**Supplied data**
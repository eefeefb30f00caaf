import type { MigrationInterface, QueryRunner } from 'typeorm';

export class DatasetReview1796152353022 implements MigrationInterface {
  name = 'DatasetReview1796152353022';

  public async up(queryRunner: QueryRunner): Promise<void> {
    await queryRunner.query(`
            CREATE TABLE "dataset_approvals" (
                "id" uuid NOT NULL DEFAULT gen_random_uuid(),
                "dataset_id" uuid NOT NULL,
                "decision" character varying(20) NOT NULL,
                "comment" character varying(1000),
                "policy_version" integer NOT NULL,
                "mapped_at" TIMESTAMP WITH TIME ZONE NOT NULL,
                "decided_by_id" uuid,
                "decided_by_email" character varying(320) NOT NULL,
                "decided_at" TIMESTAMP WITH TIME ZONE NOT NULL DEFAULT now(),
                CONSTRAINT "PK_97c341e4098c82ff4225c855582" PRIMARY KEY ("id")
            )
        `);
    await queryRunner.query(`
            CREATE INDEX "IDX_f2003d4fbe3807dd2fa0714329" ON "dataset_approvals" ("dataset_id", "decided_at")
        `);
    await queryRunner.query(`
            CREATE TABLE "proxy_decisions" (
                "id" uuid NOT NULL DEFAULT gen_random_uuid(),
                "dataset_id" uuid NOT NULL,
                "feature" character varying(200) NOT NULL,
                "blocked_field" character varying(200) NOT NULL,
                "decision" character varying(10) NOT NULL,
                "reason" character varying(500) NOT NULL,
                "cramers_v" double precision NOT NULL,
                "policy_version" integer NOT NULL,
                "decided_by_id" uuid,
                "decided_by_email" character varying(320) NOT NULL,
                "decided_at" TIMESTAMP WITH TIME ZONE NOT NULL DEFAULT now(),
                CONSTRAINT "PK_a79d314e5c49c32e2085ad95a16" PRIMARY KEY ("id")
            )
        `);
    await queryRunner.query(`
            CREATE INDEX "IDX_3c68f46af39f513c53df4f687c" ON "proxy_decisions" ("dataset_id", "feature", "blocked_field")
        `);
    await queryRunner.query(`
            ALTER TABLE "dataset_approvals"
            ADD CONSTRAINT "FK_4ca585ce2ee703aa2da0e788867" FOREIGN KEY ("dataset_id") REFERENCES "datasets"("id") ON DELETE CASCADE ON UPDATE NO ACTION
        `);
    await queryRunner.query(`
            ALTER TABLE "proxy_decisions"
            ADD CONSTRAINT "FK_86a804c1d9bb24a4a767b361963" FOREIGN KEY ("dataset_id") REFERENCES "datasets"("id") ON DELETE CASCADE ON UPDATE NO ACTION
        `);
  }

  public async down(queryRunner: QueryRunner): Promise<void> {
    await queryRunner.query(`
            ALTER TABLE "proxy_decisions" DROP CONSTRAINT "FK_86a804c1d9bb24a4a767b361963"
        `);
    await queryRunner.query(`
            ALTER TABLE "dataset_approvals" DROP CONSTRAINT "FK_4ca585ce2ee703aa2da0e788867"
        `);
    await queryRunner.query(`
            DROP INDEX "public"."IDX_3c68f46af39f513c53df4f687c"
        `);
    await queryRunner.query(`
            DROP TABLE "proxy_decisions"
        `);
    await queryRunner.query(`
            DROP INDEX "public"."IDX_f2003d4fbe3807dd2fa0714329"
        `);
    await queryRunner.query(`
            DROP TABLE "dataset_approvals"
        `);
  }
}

==

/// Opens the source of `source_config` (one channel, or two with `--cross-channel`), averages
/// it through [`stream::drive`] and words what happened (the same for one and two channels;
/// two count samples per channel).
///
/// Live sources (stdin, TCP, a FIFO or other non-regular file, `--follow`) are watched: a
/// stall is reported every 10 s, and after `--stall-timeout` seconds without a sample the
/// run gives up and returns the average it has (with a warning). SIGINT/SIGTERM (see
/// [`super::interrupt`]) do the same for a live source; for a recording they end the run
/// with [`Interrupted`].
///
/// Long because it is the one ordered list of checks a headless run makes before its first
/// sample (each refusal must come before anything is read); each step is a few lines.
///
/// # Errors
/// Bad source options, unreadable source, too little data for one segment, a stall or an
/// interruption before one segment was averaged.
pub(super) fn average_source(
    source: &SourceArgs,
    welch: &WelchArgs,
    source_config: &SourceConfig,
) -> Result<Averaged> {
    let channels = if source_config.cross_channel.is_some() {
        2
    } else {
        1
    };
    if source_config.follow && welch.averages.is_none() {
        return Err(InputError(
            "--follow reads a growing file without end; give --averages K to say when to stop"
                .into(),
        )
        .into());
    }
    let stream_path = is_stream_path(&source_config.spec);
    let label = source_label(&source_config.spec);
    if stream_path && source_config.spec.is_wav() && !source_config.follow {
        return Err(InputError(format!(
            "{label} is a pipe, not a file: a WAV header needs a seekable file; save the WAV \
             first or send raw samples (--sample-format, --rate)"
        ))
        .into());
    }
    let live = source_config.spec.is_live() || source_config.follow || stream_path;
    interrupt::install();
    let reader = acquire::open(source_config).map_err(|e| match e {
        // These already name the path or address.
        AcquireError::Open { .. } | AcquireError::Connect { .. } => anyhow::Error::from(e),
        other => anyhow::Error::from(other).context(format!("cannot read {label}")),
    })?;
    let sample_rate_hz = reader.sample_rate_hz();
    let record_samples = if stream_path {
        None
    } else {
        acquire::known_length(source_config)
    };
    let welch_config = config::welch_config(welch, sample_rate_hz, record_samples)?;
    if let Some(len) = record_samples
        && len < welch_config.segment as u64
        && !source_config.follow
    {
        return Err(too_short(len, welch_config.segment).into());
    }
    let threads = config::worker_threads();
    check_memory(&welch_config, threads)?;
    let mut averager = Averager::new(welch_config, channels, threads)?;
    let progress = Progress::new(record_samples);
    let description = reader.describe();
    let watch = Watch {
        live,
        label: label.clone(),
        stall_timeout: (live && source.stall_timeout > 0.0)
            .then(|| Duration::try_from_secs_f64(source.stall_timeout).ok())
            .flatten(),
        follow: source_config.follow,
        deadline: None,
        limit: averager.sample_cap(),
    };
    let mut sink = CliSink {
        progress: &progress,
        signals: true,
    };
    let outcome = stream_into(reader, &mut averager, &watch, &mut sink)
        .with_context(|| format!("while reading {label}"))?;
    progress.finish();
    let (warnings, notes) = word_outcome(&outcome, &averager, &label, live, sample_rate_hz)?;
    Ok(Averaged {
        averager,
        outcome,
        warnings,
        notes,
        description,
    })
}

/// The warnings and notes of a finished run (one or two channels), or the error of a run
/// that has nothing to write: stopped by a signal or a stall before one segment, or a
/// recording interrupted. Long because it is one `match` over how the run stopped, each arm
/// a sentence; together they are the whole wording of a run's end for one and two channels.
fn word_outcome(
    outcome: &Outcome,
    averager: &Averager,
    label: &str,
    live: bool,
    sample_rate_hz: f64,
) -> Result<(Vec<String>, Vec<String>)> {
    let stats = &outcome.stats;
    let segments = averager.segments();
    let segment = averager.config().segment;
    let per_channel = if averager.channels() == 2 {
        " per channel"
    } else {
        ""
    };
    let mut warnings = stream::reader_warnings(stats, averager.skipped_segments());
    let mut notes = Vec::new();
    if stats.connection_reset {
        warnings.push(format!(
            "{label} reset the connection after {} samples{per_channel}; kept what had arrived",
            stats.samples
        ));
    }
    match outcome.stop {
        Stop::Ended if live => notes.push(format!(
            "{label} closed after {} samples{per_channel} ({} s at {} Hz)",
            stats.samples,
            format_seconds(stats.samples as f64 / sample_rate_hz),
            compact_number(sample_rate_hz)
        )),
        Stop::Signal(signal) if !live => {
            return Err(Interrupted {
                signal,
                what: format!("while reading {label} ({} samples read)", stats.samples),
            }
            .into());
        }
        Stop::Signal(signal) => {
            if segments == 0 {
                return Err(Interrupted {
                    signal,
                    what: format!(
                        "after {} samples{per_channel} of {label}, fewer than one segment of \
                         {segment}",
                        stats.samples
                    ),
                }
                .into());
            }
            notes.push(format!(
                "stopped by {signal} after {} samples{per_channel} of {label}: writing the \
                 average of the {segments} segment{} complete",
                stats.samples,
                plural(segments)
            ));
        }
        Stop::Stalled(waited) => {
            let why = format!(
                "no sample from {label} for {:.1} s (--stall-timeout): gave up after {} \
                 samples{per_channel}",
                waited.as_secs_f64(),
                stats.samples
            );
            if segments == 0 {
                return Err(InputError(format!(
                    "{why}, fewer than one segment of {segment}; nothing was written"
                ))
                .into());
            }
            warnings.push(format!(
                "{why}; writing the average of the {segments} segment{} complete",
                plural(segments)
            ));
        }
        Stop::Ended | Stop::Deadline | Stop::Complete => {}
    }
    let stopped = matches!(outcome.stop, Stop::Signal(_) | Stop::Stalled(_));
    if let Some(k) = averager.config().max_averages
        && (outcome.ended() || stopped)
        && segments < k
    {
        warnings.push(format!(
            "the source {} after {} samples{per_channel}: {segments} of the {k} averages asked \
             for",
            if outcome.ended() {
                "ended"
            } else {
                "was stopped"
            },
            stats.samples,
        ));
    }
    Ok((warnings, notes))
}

--

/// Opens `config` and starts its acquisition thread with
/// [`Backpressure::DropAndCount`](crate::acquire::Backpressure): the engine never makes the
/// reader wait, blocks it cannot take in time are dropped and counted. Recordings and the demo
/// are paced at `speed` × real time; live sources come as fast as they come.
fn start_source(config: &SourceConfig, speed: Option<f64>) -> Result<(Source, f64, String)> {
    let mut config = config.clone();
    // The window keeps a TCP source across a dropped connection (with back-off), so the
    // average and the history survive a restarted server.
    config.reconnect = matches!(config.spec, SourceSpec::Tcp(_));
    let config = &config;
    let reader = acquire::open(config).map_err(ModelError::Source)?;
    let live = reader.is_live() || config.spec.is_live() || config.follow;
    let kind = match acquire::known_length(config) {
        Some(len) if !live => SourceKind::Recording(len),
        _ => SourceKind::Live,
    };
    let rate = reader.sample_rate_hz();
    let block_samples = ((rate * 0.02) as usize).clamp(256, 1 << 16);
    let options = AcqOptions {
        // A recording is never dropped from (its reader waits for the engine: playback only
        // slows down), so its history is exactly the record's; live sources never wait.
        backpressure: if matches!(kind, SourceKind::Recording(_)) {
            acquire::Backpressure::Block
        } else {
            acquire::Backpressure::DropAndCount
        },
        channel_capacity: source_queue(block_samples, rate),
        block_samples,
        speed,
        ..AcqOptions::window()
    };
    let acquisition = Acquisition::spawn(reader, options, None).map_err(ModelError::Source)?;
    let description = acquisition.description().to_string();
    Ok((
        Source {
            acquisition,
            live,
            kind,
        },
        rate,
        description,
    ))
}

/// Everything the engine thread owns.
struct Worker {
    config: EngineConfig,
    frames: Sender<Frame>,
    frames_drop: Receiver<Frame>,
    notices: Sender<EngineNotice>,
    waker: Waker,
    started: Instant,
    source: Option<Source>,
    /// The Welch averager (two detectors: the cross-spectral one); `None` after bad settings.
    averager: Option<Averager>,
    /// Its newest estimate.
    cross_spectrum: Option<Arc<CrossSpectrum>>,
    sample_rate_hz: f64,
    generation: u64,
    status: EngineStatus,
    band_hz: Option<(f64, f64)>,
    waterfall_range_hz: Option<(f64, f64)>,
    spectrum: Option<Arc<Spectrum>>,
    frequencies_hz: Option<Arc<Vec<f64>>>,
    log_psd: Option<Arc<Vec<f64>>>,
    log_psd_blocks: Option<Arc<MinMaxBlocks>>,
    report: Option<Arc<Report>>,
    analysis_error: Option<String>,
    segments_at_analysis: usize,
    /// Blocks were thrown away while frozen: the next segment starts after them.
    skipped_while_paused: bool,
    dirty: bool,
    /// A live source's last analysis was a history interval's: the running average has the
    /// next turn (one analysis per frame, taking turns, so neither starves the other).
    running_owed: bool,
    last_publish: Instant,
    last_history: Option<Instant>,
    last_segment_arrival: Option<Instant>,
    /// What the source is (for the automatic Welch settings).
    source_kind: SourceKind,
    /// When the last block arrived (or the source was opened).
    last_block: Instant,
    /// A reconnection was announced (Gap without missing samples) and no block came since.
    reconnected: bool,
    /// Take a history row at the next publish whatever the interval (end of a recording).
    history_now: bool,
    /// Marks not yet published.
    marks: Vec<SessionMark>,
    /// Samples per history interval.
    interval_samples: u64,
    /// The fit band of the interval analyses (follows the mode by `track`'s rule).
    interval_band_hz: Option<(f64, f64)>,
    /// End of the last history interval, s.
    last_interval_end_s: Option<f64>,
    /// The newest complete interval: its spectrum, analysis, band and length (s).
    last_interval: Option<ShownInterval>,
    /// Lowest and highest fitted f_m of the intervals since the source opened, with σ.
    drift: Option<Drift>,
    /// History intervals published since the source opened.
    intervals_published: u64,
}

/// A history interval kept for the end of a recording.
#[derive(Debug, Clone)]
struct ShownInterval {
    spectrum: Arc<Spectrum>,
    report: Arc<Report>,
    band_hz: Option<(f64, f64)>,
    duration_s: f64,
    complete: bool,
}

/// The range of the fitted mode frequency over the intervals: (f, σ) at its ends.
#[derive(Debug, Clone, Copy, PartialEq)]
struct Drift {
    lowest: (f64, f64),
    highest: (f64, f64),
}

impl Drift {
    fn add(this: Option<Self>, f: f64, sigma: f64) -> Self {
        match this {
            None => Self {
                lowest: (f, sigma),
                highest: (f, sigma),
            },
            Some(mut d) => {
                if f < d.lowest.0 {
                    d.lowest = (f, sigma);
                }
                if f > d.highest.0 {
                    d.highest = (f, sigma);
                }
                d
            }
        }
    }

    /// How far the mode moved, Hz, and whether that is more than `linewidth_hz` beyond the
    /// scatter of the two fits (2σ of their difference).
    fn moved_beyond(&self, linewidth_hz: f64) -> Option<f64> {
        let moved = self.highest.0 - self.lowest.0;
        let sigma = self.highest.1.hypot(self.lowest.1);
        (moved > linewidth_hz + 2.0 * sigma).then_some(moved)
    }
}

**Work order**
Among the records above, repeat exactly the line with "d.highest = (f, sigma);", the line with "let moved = self.highest.0", and every line in between, and only those.

**Written response**
                    d.highest = (f, sigma);
                }
                d
            }
        }
    }

    /// How far the mode moved, Hz, and whether that is more than `linewidth_hz` beyond the
    /// scatter of the two fits (2σ of their difference).
    fn moved_beyond(&self, linewidth_hz: f64) -> Option<f64> {
        let moved = self.highest.0 - self.lowest.0;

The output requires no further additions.